Unfortunately it turns out we’re actually on the second battlefront, and the whole book kind of snaps back to formula. This was the first poor plotting choice the author made, and I got the sense she didn’t know how to write a ‘meanwhile, on the homefront’ style plot and could only think of bringing the war to the characters as a way of making it interesting. This feels lazy, since there’s a whole slew of war fiction — especially about WWI and WWII — that’s just about characters coping at home; it’s literally its own genre, and this is just really basic research. Tons of people have done this and finding out how to make it work is easy, so there’s really no excuse for it floundering like it did.

The second bad plotting decision the author made was this bizarre eleventh-hour genre switch where actually this isn’t urban fantasy it’s post-apocalyptic and actually the creatures aren’t magic they’re INTERDIMENSIONAL SCIENCE and then like fucking GLADoS shows up to explain all the SCIENCE and be mad when townies disparage her SCIENCE and just what. I don’t even understand what she was trying to do here; the entire resolution of the war plot was basically a big-lipped alligator moment. Tone whiplash all over the place.

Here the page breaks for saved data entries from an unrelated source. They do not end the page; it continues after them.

import { describe, expect, it } from 'vitest';
import { elongation, lengthOf } from './elongation';
import { BODY, TOP, lineWith, stepped, taper } from './lines.fixture';
import { hang } from './tension';

const stretch = (line: ReturnType<typeof lineWith>, modulus: number, thermalStrain = 0) =>
	elongation(line, hang(line), { modulus, thermalStrain });

describe('the stretch of a line', () => {
	const bare = lineWith(taper(), 0);
	const counterweight = (50e9 * bare.pieces.at(-1)!.area(TOP)) / -bare.field.g(TOP);
	const line = lineWith(taper(), counterweight);

	it('is L ε/(1 + ε) for the exact taper', () => {
		expect(stretch(line, 1e12) / ((lengthOf(line) * 0.05) / 1.05)).toBeCloseTo(1, 10);
	});

	it('adds the strain of a change of temperature', () => {
		const strain = 0.05 + 1e-3;
		expect(stretch(line, 1e12, 1e-3) / ((lengthOf(line) * strain) / (1 + strain))).toBeCloseTo(
			1,
			10
		);
	});

	it('is the mean strain where the strain is small', () => {
		const uniform = lineWith(stepped([1e-6]), 1e6);
		const { stretches } = hang(uniform);
		// ∫σ dr of a uniform line, by Simpson’s rule.
		const sigma = (r: number) =>
			(stretches.at(-1)!.upper - 1300e-6 * uniform.field.rise(r, TOP)) / 1e-6;
		const n = 20_000;
		const step = (TOP - BODY.radius) / n;
		let sum = 0;
		for (let i = 0; i <= n; i += 1)
			sum += (i === 0 || i === n ? 1 : i % 2 === 1 ? 4 : 2) * sigma(BODY.radius + i * step);
		expect((stretch(uniform, 1e20) * 1e20) / ((sum * step) / 3)).toBeCloseTo(1, 7);
	});

	it('is refused where the strain comes to −100 %', () => {
		expect(() => stretch(line, 1e12, -2)).toThrow('no length as manufactured');
	});
});
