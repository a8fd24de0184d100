/**
 * Constant-stress taper: A(r) = A₀ exp{ρ [U(r) − U(R)]/σ_d}, σ_d = allowable / factor of safety.
 * The counterweight m_c = σ_d A(r_t)/(−g(r_t)) holds the top at r_t > r_s. Exact section, any field; it does not
 * cover a climber above r_s. ρ and A are as deployed, under load.
 *
 * Everything is reckoned in logarithms from the section at r_s, so that a taper of 1e400 is told by its
 * exponent and a taper of 1e33 loses no digits.
 */
import { lnSum, told } from '../numerics/logarithm';
import type { Told } from '../methods/parameter';
import type { Field } from './field';
import { spreadOver } from './spread';
import { freeStandingRadius, uniformPeakStress } from './uniform';

export type TaperInput = {
	/** kg/m³ */
	density: number;
	/** Pa */
	designStress: number;
	/** Section at the anchor, m², or the lift, kg, that it must carry. */
	base: { area: number } | { lift: number };
	/** Further lift held in reserve, as a fraction. */
	reserve: number;
	/** Radius of the top from the body's centre, m; beyond r_s (1 + 1e-9). */
	top: number;
};

export function isAboveSynchronous(field: Field, top: number): boolean {
	return top > field.balance * (1 + 1e-9);
}

/** Sizes lines to one top; what depends on the place and the top alone is kept from line to line. */
export function taperSizer(
	field: Field,
	top: number
): (input: Omit<TaperInput, 'top'>) => TaperResult {
	const spreads = {
		below: spreadOver(field, field.balance, field.base),
		above: spreadOver(field, field.balance, top)
	};
	const depths = { base: field.depth(field.base), top: field.depth(top) };
	return (input) => new TaperResult(field, { ...input, top }, spreads, depths);
}

export const sizeTaper = (field: Field, input: TaperInput): TaperResult =>
	taperSizer(field, input.top)(input);

type Spreads = Record<'below' | 'above', (k: number) => number>;

/** A sized line. Its figures are found when they are read: a study of many lines reads only some. */
export class TaperResult {
	/** Section at the anchor, m². */
	readonly baseArea: number;
	private readonly k: number;
	private readonly lnPeak: number;
	private lnBelow = NaN;
	private lnAbove = NaN;

	constructor(
		private field: Field,
		private input: TaperInput,
		private spreads: Spreads,
		private depths: { base: number; top: number }
	) {
		this.k = input.density / input.designStress;
		this.baseArea = baseSection(field, input);
		this.lnPeak = Math.log(this.baseArea) + this.k * depths.base;
	}

	get designStress(): number {
		return this.input.designStress;
	}
	get taper(): Told {
		return told(this.k * this.depths.base);
	}
	get synchronousArea(): Told {
		return told(this.lnPeak);
	}
	get topArea(): Told {
		return told(this.lnPeak - this.k * this.depths.top);
	}
	get greatestTension(): Told {
		return told(this.lnPeak + Math.log(this.designStress));
	}
	get mass(): Told {
		return told(this.lnMass);
	}
	get massBelow(): Told {
		return told(this.lnMassBelow);
	}
	get massAbove(): Told {
		return told(this.lnMassAbove);
	}
	get counterweight(): Told {
		return told(this.lnCounterweight);
	}
	get total(): Told {
		return told(lnSum(this.lnMass, this.lnCounterweight));
	}
	get lift(): number {
		const { base, designStress, reserve } = this.input;
		if ('lift' in base) return base.lift;
		return (designStress * this.baseArea) / (this.field.g(this.field.base) * (1 + reserve));
	}
	/** m, anchor to top */
	get length(): number {
		return this.input.top - this.field.base;
	}
	get synchronousRadius(): number {
		return this.field.balance;
	}
	get uniformPeak(): number {
		return uniformPeakStress(this.field, this.input.density);
	}
	/** Height above the surface, m. */
	get freeStandingHeight(): number {
		return freeStandingRadius(this.field) - this.field.base;
	}

	private get lnMassBelow(): number {
		if (Number.isNaN(this.lnBelow)) this.lnBelow = this.lnOver('below');
		return this.lnBelow;
	}
	private get lnMassAbove(): number {
		if (Number.isNaN(this.lnAbove)) this.lnAbove = this.lnOver('above');
		return this.lnAbove;
	}
	private lnOver(side: 'below' | 'above'): number {
		return this.lnPeak + Math.log(this.input.density) + Math.log(this.spreads[side](this.k));
	}
	private get lnMass(): number {
		return lnSum(this.lnMassBelow, this.lnMassAbove);
	}
	private get lnCounterweight(): number {
		const { designStress, top } = this.input;
		return this.lnPeak - this.k * this.depths.top + Math.log(designStress / -this.field.g(top));
	}
}

/** Section at the anchor, m². */
export function baseSection(field: Field, { base, designStress, reserve }: TaperInput): number {
	if ('area' in base) return base.area;
	return (base.lift * field.g(field.base) * (1 + reserve)) / designStress;
}

/** A taper by the logarithms of its figures over A(r_s), its section at r_s. */
export type TaperShape = {
	/** ρ/σ_d, kg/J */
	k: number;
	/** ln A(r_s)/A₀ */
	lnTaper: number;
	/** ln A(r)/A(r_s) */
	lnArea: (r: number) => number;
	/** The same of the mass, kg/m², between two radii on one side of r_s; `near` is the one nearer to it. */
	lnMass: (near: number, far: number) => number;
	/** The same of m_c, kg/m², of a line that ends at `top`. */
	lnCounterweight: (top: number) => number;
};

export function taperShape(field: Field, density: number, designStress: number): TaperShape {
	const k = density / designStress;
	const lnArea = (r: number) => -k * field.depth(r);
	return {
		k,
		lnTaper: k * field.depth(field.base),
		lnArea,
		lnMass: (near, far) =>
			Math.log(density) + lnArea(near) + Math.log(spreadOver(field, near, far)(k)),
		lnCounterweight: (top) => lnArea(top) + Math.log(designStress / -field.g(top))
	};
}

export type Profile = {
	height: number[];
	area: number[];
	stress: number[];
	tension: number[];
	synchronous: number;
};

/** The line at graded heights, finer near the base; r_s is among them. Null where a section cannot be told. */
export function profileTaper(field: Field, input: TaperInput): Profile | null {
	const { base, balance: synchronous } = field;
	const { designStress, top, density } = input;
	const baseArea = baseSection(field, input);
	const { lnTaper, lnArea } = taperShape(field, density, designStress);
	const lnPeak = Math.log(baseArea) + lnTaper;
	if (typeof told(2 * lnPeak) !== 'number') return null;
	const graded = (from: number, to: number, count: number) =>
		Array.from({ length: count }, (_, i) => from * (to / from) ** (i / count));
	const radii = [...graded(base, synchronous, 120), ...graded(synchronous, top, 80), top];
	const area = radii.map((r) => Math.exp(lnPeak + lnArea(r)));
	return {
		height: radii.map((r) => r - base),
		area,
		stress: radii.map(() => designStress),
		tension: area.map((a) => a * designStress),
		synchronous: synchronous - base
	};
}
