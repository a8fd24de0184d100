/** What people type about programmes, people and gates. */
import { z } from 'zod';
import { addressSchema } from '../auth/sign-in';
import { ROLES } from '../auth/permissions';

const line = (most: number) =>
	z
		.string()
		.trim()
		.max(most, `This has room for ${most} characters.`)
		.regex(/^[^\p{C}]*$/u, 'This is one line of ordinary characters.');

const title = line(80).min(3, 'A title has at least three letters.');
const summary = line(120);
const field = line(40);
const id = z.guid('This row is not there any more.');

export const newProgrammeSchema = z.object({
	code: z
		.string()
		.trim()
		.toUpperCase()
		.regex(/^[A-Z][A-Z0-9]{1,5}$/, 'A code has two to six letters and digits, as in CL.'),
	title,
	summary,
	legalOwner: line(80).min(2, 'The legal owner stands in every title block.'),
	leadEmail: addressSchema
});

export const programmeHeadSchema = z.object({ title, summary });

export const invitedSchema = z.object({
	email: addressSchema,
	role: z.enum(ROLES, 'Choose what they may do.'),
	field,
	message: line(500)
});

export const invitationIdSchema = z.object({ id });

export const memberSchema = z.object({ id, role: z.enum(ROLES), field });

/** Ending somebody's place asks for their name, typed. */
export const removalSchema = z
	.object({ id, name: z.string(), typed: z.string().trim() })
	.refine(({ name, typed }) => typed === name, {
		path: ['typed'],
		error: 'Type the name as it stands in the row.'
	});

export const gateSchema = z.object({
	kind: line(12).min(1, 'Say which gate it is, as in PDR.'),
	name: line(80).min(3, 'A gate has a name, as in Preliminary design review.'),
	date: z.union([z.literal('').transform(() => null), z.iso.date('A date is a day that exists.')])
});

export const changedGateSchema = gateSchema.extend({ id });
export const gateIdSchema = z.object({ id });
export const gateMoveSchema = z.object({ id, direction: z.enum(['earlier', 'later']) });
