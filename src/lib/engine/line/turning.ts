/** Where the stress along a section that is linear in r may turn. */
import { root } from '../numerics/root';
import type { Line } from './line';
import type { Piece } from './piece';

/**
 * Radii at which A g turns inside linear pieces. At a radius where σ' = ρ g − σ A'/A is zero, σ'' = ρ (A g)'/A: so
 * between two such radii σ has greatest values inside or least values inside, one at the most. In a constant section
 * and in a taper σ turns at r_s only. A g turns at most once in a piece: below r_s where A grows, anywhere where A shrinks.
 */
export function turningRadii({ field, pieces }: Line): number[] {
	return pieces.flatMap((piece) => {
		const { from, to, slope } = piece;
		if (!slope) return [];
		const turn = (r: number) => field.along(r) * piece.area(r) + field.g(r) * slope;
		return turn(from) * turn(to) < 0 ? [root(turn, from, to)] : [];
	});
}

/** A radius with the tension, N, there. */
export type Tensed = readonly [radius: number, tension: number];

/**
 * The radius inside (from, to) at which the stress is greatest, if there is one.
 * @param tension T(r), N
 */
export function innerPeak(
	{ field, density }: Line,
	{ area, slope }: Piece,
	[from, lower]: Tensed,
	[to, upper]: Tensed,
	tension: (r: number) => number
): number | null {
	if (slope === null) return null;
	// σ' A²
	const climb = (r: number, T: number) => density * field.g(r) * area(r) ** 2 - T * slope;
	if (!(climb(from, lower) > 0 && climb(to, upper) < 0)) return null;
	return root((r) => climb(r, tension(r)), from, to);
}
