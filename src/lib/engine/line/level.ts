/** Radii by their depth below the top of the potential. */
import type { Field } from './field';

/**
 * The radius whose depth U(r_s) − U(r) is `depth`, J/kg, on the side of `start`, which lies at least as deep.
 * Depth is convex on either side of r_s, so Newton's steps from there only come nearer.
 */
export function radiusAtDepth(field: Field, depth: number, start: number): number {
	const side = Math.sign(start - field.balance);
	let r = start;
	for (let i = 0; i < 200; i += 1) {
		const step = (field.depth(r) - depth) / field.g(r);
		if (!(step * side < 0) || Math.abs(step) < 1e-16 * r) break;
		r += step;
	}
	return r;
}

/** The radius above r_s at that depth. */
export function radiusAbove(field: Field, depth: number): number {
	// Depth is at least ω²(r − r_s)²/2, and on a line towards a primary it grows without bound.
	const furthest = field.balance + Math.sqrt(2 * depth) / field.omega;
	return radiusAtDepth(field, depth, Math.min(furthest, field.limit * (1 - 2 ** -53)));
}
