import { describe, expect, it } from 'vitest';
import { bodyField, moonField, type Field } from './field';
import { radiusAbove, radiusAtDepth } from './level';

const earthLike = { gm: 4e14, radius: 6.4e6, rate: 7.3e-5 };
const moonSystem = { moonGm: 5e12, primaryGm: 4e14, moonRadius: 1.7e6, distance: 3.8e8 };
const fields: [string, Field][] = [
	['one body', bodyField({ ...earthLike, j2: 0 })],
	['an oblate body', bodyField({ ...earthLike, j2: 1e-3 })],
	['the near side of a moon', moonField(moonSystem, 'near')],
	['the far side of a moon', moonField(moonSystem, 'far')]
];

describe.each(fields)('the field of %s', (_, field) => {
	const { balance, base, g, rise, depth, along } = field;
	const radii = [base, base * 1.5, balance * 0.9, balance * 1.1, balance * 2, balance * 4];

	it('pulls inwards below the balance radius and outwards above it', () => {
		for (const r of radii) expect(Math.sign(g(r))).toBe(Math.sign(balance - r));
	});

	it('has a potential whose slope is g and whose top is at the balance radius', () => {
		for (const r of radii) {
			const h = r * 1e-6;
			expect(rise(r - h, r + h) / (2 * h) / g(r)).toBeCloseTo(1, 6);
			expect((g(r + h) - g(r - h)) / (2 * h) / along(r)).toBeCloseTo(1, 6);
			expect(depth(r)).toBeGreaterThan(0);
			expect(depth(r) / rise(r, balance)).toBeCloseTo(1, 9);
		}
		expect(depth(balance)).toBeLessThan(1e-20);
	});

	it('keeps its digits a hair from the balance radius, where g is all but linear', () => {
		// The step is taken from the radii as they are in doubles.
		const a = balance * (1 + 1e-9);
		const b = balance * (1 + 2e-9);
		expect((g(b) - g(a)) / (b - a) / along(balance)).toBeCloseTo(1, 7);
	});

	it('gives the radius for a depth on either side', () => {
		for (const r of radii) {
			const found =
				r > balance ? radiusAbove(field, depth(r)) : radiusAtDepth(field, depth(r), base * 0.5);
			expect(Math.abs(found / r - 1)).toBeLessThan(1e-13);
		}
		expect(radiusAbove(field, 0)).toBe(balance);
	});
});
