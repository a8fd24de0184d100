/**
 * A line as manufactured: sections of constant area, sized outwards from the base so that the greatest stress in each
 * is σ_d. With T_i the tension at a section's lower end, A_i = T_i/(σ_d − ρ max[U(r) − U(r_i)]), the greatest rise being at
 * the section's upper end below r_s, at r_s where the section spans it, and at its lower end above. Joints are point
 * masses at the interior boundaries. As the sections grow in number it tends to the exact taper.
 *
 * Tensions and masses are held by their logarithms, as in the taper.
 */
import { Refused } from '../methods/refused';
import { lnSum } from '../numerics/logarithm';
import { distance } from '../quantities/format';
import type { Field } from './field';
import { radiusAtDepth } from './level';

export type Section = {
	/** m */
	from: number;
	/** m */
	to: number;
	/** Logarithms of area, m², mass, kg, and tension at its lower and upper end, N. */
	lnArea: number;
	lnMass: number;
	lnLower: number;
	lnUpper: number;
	/** Pa; the greatest, in every section, is σ_d. */
	lowerStress: number;
	upperStress: number;
};

export type SteppedInput = {
	/** kg/m³ */
	density: number;
	/** Pa */
	designStress: number;
	/** ln of the tension at the anchor, N: σ_d A₀ */
	lnBaseTension: number;
	/** r₀ = R < r₁ < … < r_N = r_t, m; r_t above r_s */
	boundaries: readonly number[];
	/** kg, at each interior boundary */
	jointMass: number;
};

export type Stepped = {
	sections: Section[];
	/** Logarithms of masses, kg. */
	lnSections: number;
	lnCounterweight: number;
};

/** @throws Refused where a section cannot carry itself, or the line would end before its top. */
export function sizeStepped(field: Field, input: SteppedInput): Stepped {
	const { density, designStress, boundaries, jointMass } = input;
	let lnTension = input.lnBaseTension;
	let lnSections = -Infinity;
	const count = boundaries.length - 1;
	const sections = Array.from({ length: count }, (_, i): Section => {
		const [from, to] = [boundaries[i]!, boundaries[i + 1]!];
		const peak = Math.max(from, Math.min(to, field.balance));
		const spare = designStress - density * field.rise(from, peak);
		const upperStress = spare + density * field.rise(from, to);
		if (!(spare > 0) || !(upperStress > 0)) refuseSection(field, input, i);
		const lnArea = lnTension - Math.log(spare);
		const lnMass = lnArea + Math.log(density) + Math.log(to - from);
		const lnUpper = lnArea + Math.log(upperStress);
		const stresses = { lowerStress: spare, upperStress };
		const section = { from, to, lnArea, lnMass, lnLower: lnTension, lnUpper, ...stresses };
		lnTension = i < count - 1 ? afterJoint(field, to, lnUpper, jointMass, i + 1) : lnUpper;
		lnSections = lnSum(lnSections, lnMass);
		return section;
	});
	const lnCounterweight = lnTension - Math.log(-field.g(boundaries[count]!));
	return { sections, lnSections, lnCounterweight };
}

/** The tension above a joint; above r_s a joint pulls outwards and may take more than there is. */
function afterJoint(field: Field, r: number, lnTension: number, mass: number, number: number) {
	if (mass === 0) return lnTension;
	const gain = (mass * field.g(r)) / Math.exp(lnTension);
	if (gain > -1) return lnTension + Math.log1p(gain);
	throw new Refused(
		`Joint ${number}, at the radius ${distance(r)}, pulls outwards by more than the tension there: the line above it would be slack.`,
		{ remedy: 'Make the joints lighter, or the top lower.' }
	);
}

/** @throws Refused, always */
function refuseSection(field: Field, input: SteppedInput, i: number): never {
	const { density, designStress, boundaries } = input;
	const [from, to] = [boundaries[i]!, boundaries[i + 1]!];
	// How far U may rise, or fall, until the section has nothing left.
	const span = designStress / density;
	const depth = field.depth(from);
	const heavy =
		from < field.balance && density * field.rise(from, Math.min(to, field.balance)) >= designStress;
	const end = heavy
		? radiusAtDepth(field, depth - span, from)
		: radiusAtDepth(field, from < field.balance ? span : depth + span, to);
	const what = heavy
		? 'cannot carry itself'
		: 'pulls outwards by more than the tension at its lower end, so that the line would be slack before its upper end';
	throw new Refused(
		`Section ${i + 1}, from the radius ${distance(from)} to ${distance(to)}, ${what}: there it must stay under ${distance(end - from)}.`,
		{ remedy: 'Part the line into more sections, or raise the design stress.' }
	);
}
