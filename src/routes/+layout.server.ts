import { knownZone, ZONE_COOKIE } from '$lib/time';
import type { LayoutServerLoad } from './$types';

export const load: LayoutServerLoad = ({ cookies, depends }) => {
	depends('app:zone');
	return { zone: knownZone(cookies.get(ZONE_COOKIE)) };
};
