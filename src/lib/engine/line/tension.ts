/**
 * The tension along a line whose length is fixed: T(r_t) = −m_c g(r_t) at the top, and downwards dT/dr = ρ A g,
 * with a step m g at each point mass. Straight line at rest in the co-rotating frame.
 */
import { topOf, type Line } from './line';
import type { Piece } from './piece';

/** Part of a piece with no point mass inside, on one side of the balance radius; so T is monotonic in it. */
export type Stretch = {
	/** m */
	from: number;
	/** m */
	to: number;
	piece: Piece;
	/** T just above `from`, N. */
	lower: number;
	/** T just below `to`, N. */
	upper: number;
	/** A just above `from`, m². */
	lowerArea: number;
	/** A just below `to`, m². */
	upperArea: number;
};

export type Hanging = {
	/** From the anchor to the top without a gap. */
	stretches: Stretch[];
	/** T₀, N: below a mass that sits at the anchor. */
	anchorTension: number;
};

/** @param cuts further radii, m, at which a stretch is to end */
export function hang(line: Line, cuts: readonly number[] = []): Hanging {
	const { field, density, pieces, masses, counterweight } = line;
	const radii = edgesOf(line, cuts);
	const stretches = new Array<Stretch>(radii.length - 1);
	let tension = -counterweight * field.g(topOf(line));
	let mass = masses.length - 1;
	let part = pieces.length - 1;
	for (let i = radii.length - 1; i >= 0; i -= 1) {
		const to = radii[i]!;
		for (; mass >= 0 && masses[mass]!.radius >= to; mass -= 1)
			tension -= masses[mass]!.mass * field.g(to);
		if (i === 0) break;
		while (pieces[part]!.from >= to) part -= 1;
		const piece = pieces[part]!;
		const from = radii[i - 1]!;
		const lower = tension - density * piece.weight(from, to);
		stretches[i - 1] = {
			from,
			to,
			piece,
			lower,
			upper: tension,
			lowerArea: piece.area(from),
			upperArea: piece.area(to)
		};
		tension = lower;
	}
	return { stretches, anchorTension: tension };
}

/** T(r), N, inside a stretch of the line. */
export const tensionAt = ({ density }: Line, { piece, to, upper }: Stretch, r: number): number =>
	upper - density * piece.weight(r, to);

/** Where something may jump or turn, upwards, each once. */
function edgesOf(line: Line, cuts: readonly number[]): number[] {
	const [bottom, top] = [line.pieces[0]!.from, topOf(line)];
	const inside = [line.field.balance, ...cuts].filter((r) => r > bottom && r < top);
	const radii = Float64Array.from([
		bottom,
		...line.pieces.map(({ to }) => to),
		...line.masses.map(({ radius }) => radius),
		...inside
	]).sort();
	return [...radii.filter((r, i) => i === 0 || r !== radii[i - 1])];
}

The other big writing problem was that sometimes the prose just didn’t make sense. I repeatedly would re-read passages trying to figure out wtf was going and then and give up. Descriptions were frequently useless, making things more opaque instead of clearer, and transitions were a nightmare. On multiple occasions it felt like Hallie started a conversation in one place with one character and then suddenly she was somewhere else finishing it with another one. I could not figure out basic things like what Tyler’s MagicEyes looked like or how the Blakely clan was related to one another. And that’s not even getting into the fact that a farmgirl who grew up in isolation should not be spouting overwrought, barely-intelligible descriptions in their narration. I don’t know what the fuck is going on with YA and first-person narration, but it needs to stop because it’s a disaster.

That said, I suspect that the author was trying for the thing where she doesn’t fully explain the setting and just lets its alienness drive the plot, but that she couldn’t pull off that kind of higher-skill, conceptual wriitng (incidentally, go read Vonda McIntyre’s Dreamsnake, it’s great). It was something about the way the prose could be clear when it wanted to, and the way the incomprehensibility revolved around plot and setting details that gives me the inkling this was intention gone awry. This goes hand-in-hand with the problem of the plot not really being a homefront plot — if the main focus is the character drama, the larger setting in incidental, and the details don’t matter all that much. But because this was actually just a typical fantasy war plot, we needed more concreteness to understand what was happening and what the stakes were, because fantasy — sorry, SCIENCE — monsters were actually driving things, not character drama that could take place anywhere, anytime. And even is this was proper homefront fic, the descriptions still have to be inteliigible, even if they’re never full worldbuilding.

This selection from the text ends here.